Watching Other People Work: Documenting and Streaming Labor on TikTok LIVE
Watching Other People Work: Documenting and Streaming Labor on TikTok LIVE
Celeste Oon and Jessica Maddox, "Watching Other People Work: Documenting and Streaming Labor on TikTok LIVE." Paper accepted to the 2026 Society for Cinema and Media Studies annual conference, Chicago, Illinois, March 2026. Abstract: From the factory production line to the street food stand, workers across the world are turning to livestreaming as a side hustle to maximize profits in an economically precarious environment. By broadcasting themselves at their day jobs, workers simultaneously labor for both their primary jobs and social media platforms, pointing to “rapid capitalization” and “a double process of individualization” under neoliberal conditions. As a result, traditional labor is transformed into digital entertainment. As the employment landscape shifts, less is known about contemporary conditions of work, power, and identity. This paper is thus informed by over 200 worker livestreams.
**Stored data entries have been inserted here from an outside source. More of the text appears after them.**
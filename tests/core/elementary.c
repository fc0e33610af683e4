/* exp, log and their like: errors in units of the last place against the system's long double
 * functions (64-bit mantissa, good to half a unit there), and their special cases. */
#include "table.h"

#include "../../src/elementary.h"

#include <float.h>

static double units_apart(double got, long double want)
{
    if (fabsl(want) < DBL_MIN) return (double)(fabsl(got - want) / 0x1p-1074L);
    int power;
    frexpl(want, &power);
    return (double)(fabsl(got - want) / ldexpl(1, power - 53));
}

struct trial {
    const char *name;
    double (*mine)(double);
    long double (*theirs)(long double);
    double low, high, most;         /* where, and how many units are allowed */
    bool spread;                    /* x is exp of a uniform, with the sign of low */
};

static long double log1pexp_long(long double x) { return log1pl(expl(x)); }
static long double log1mexp_long(long double x)
{
    return x > -0.7L ? logl(-expm1l(x)) : log1pl(-expl(x));
}

static long double sin_pi_long(long double x)
{
    return sinl(3.14159265358979323846264338327950288L * (x > 0.5L ? 1 - x : x));
}

static const struct trial trials[] = {
    { "exp", portable_exp, expl, -708, 709.7, 0.9, false },
    { "exp", portable_exp, expl, -1, 1, 0.9, false },
    { "exp subnormal", portable_exp, expl, -745, -708, 1.3, false },
    { "expm1", portable_expm1, expm1l, -45, 700, 1.6, false },
    { "expm1", portable_expm1, expm1l, -1.5, 1.5, 1.9, false },
    { "expm1 near 0", portable_expm1, expm1l, -60, 0, 1.6, true },
    { "log", portable_log, logl, -700, 700, 0.9, true },
    { "log", portable_log, logl, 0.3, 3, 0.9, false },
    { "log1p", portable_log1p, log1pl, -0.999, 3, 0.95, false },
    { "log1p near 0", portable_log1p, log1pl, -600, 5, 0.95, true },
    { "log1p large", portable_log1p, log1pl, 0, 690, 0.95, true },
    { "log1pexp", portable_log1pexp, log1pexp_long, -700, 60, 3, false },
    { "log1mexp", portable_log1mexp, log1mexp_long, -700, -1e-3, 3, false },
    { "sin pi", portable_sin_pi, sin_pi_long, 1e-300, 1, 2, false },
    { "sin pi near 0", portable_sin_pi, sin_pi_long, -600, -1, 2, true },
};

static void errors_in_units(void **state)
{
    (void)state;
    uint64_t s = 17;
    for (size_t k = 0; k < sizeof trials / sizeof *trials; k++) {
        const struct trial *t = &trials[k];
        double worst = 0, at = 0;
        for (size_t i = 0; i < effort(40000); i++) {
            double x = t->low + (t->high - t->low) * random_uniform(&s);
            if (t->spread) x = exp(x);
            double apart = units_apart(t->mine(x), t->theirs(x));
            if (!(apart <= worst)) worst = apart, at = x;
        }
        if (getenv("SHOW_ERRORS")) print_message("%-16s %.3f units at %.17g\n", t->name, worst, at);
        if (!(worst < t->most)) fail_msg("%s is off by %g units at %.17g", t->name, worst, at);
    }
}

/* negative arguments near 0, where 1 + x and exp(x) - 1 cancel */
static void small_negative(void **state)
{
    (void)state;
    uint64_t s = 19;
    for (size_t i = 0; i < effort(20000); i++) {
        double x = -exp(-40 * random_uniform(&s) - 1);
        assert_true(units_apart(portable_log1p(x), log1pl(x)) < 0.95);
        assert_true(units_apart(portable_expm1(x), expm1l(x)) < 1.5);
    }
}

static void special_cases(void **state)
{
    (void)state;
    assert_same(portable_exp(0), 1.0);
    assert_same(portable_exp(-INFINITY), 0.0);
    assert_same(portable_exp(INFINITY), INFINITY);
    assert_same(portable_exp(1000), INFINITY);
    assert_same(portable_exp(-1000), 0.0);
    assert_same(portable_exp(NAN), NAN);
    assert_same(portable_exp(709.78271289338397), exp(709.78271289338397));
    assert_same(portable_log(1), 0.0);
    assert_same(portable_log(0), -INFINITY);
    assert_same(portable_log(-1), NAN);
    assert_same(portable_log(INFINITY), INFINITY);
    assert_same(portable_log(NAN), NAN);
    assert_close(portable_log(0x1p-1074), -1074 * 0.693147180559945309417, 1e-15);
    assert_same(portable_log1p(0), 0.0);
    assert_same(portable_log1p(-1), -INFINITY);
    assert_same(portable_log1p(-1.5), NAN);
    assert_same(portable_log1p(INFINITY), INFINITY);
    assert_same(portable_expm1(0), 0.0);
    assert_same(portable_expm1(-INFINITY), -1.0);
    assert_same(portable_expm1(INFINITY), INFINITY);
    assert_same(portable_expm1(1e-300), 1e-300);
    assert_same(portable_log1pexp(800), 800.0);
    assert_same(portable_log1pexp(-800), 0.0);
    assert_same(portable_log1mexp(0), -INFINITY);
    assert_same(portable_log1mexp(-1e-300), portable_log(1e-300));
    assert_same(portable_sin_pi(0), 0.0);
    assert_same(portable_sin_pi(1), 0.0);
    assert_same(portable_sin_pi(0.5), 1.0);
    assert_close(portable_pow(2, 10), 1024.0, 1e-14);
    assert_same(whole_part(0), 0.0);
    assert_same(whole_part(0.9999999999999999), 0.0);
    assert_same(whole_part(2.5), 2.0);
    assert_same(whole_part(3.5), 3.0);
    assert_same(whole_part(0x1p50 + 0.75), 0x1p50);
    assert_same(held(NAN, 1, 2), 1.0);
    assert_same(held(3, 1, 2), 2.0);
    assert_same(held(1.5, 1, 2), 1.5);
    assert_same(chosen(1, 2, 3), 2.0);
    assert_same(chosen(0, 2, -0.0), -0.0);
}

/* The bits are fixed: these were computed once, and must come out on every machine. */
static void bits_are_fixed(void **state)
{
    (void)state;
    uint64_t sum = 0, s = 23;
    for (int i = 0; i < 20000; i++) {
        double u = random_uniform(&s), results[] = {
            portable_exp(40 * u - 30), portable_log(u), portable_log1p(3 * u - 0.9),
            portable_expm1(4 * u - 2), portable_sin_pi(u), portable_log1pexp(90 * u - 45),
            portable_log1mexp(-5 * u) };
        for (size_t k = 0; k < sizeof results / sizeof *results; k++)
            sum = (sum << 7 | sum >> 57) ^ bits_of(results[k]);
    }
    assert_true(sum == 0x518fc3645baf337du);
}

int main(void)
{
    const struct CMUnitTest tests[] = {
        cmocka_unit_test(errors_in_units),
        cmocka_unit_test(small_negative),
        cmocka_unit_test(special_cases),
        cmocka_unit_test(bits_are_fixed),
    };
    return cmocka_run_group_tests(tests, NULL, NULL);
}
Through critical technocultural discourse analysis, we examined the relationship between recurring themes, worker identities, and employment locations, and how these elements manifest via TikTok LIVE. We present three main points: visualizing labor, which bolsters omnipresent surveillance and lays bare power imbalances; affecting labor, which highlights social dynamics and interpersonal gratitude; and slowing and speeding labor, which problematize (a)synchronous online content creation and platform desires for presentism.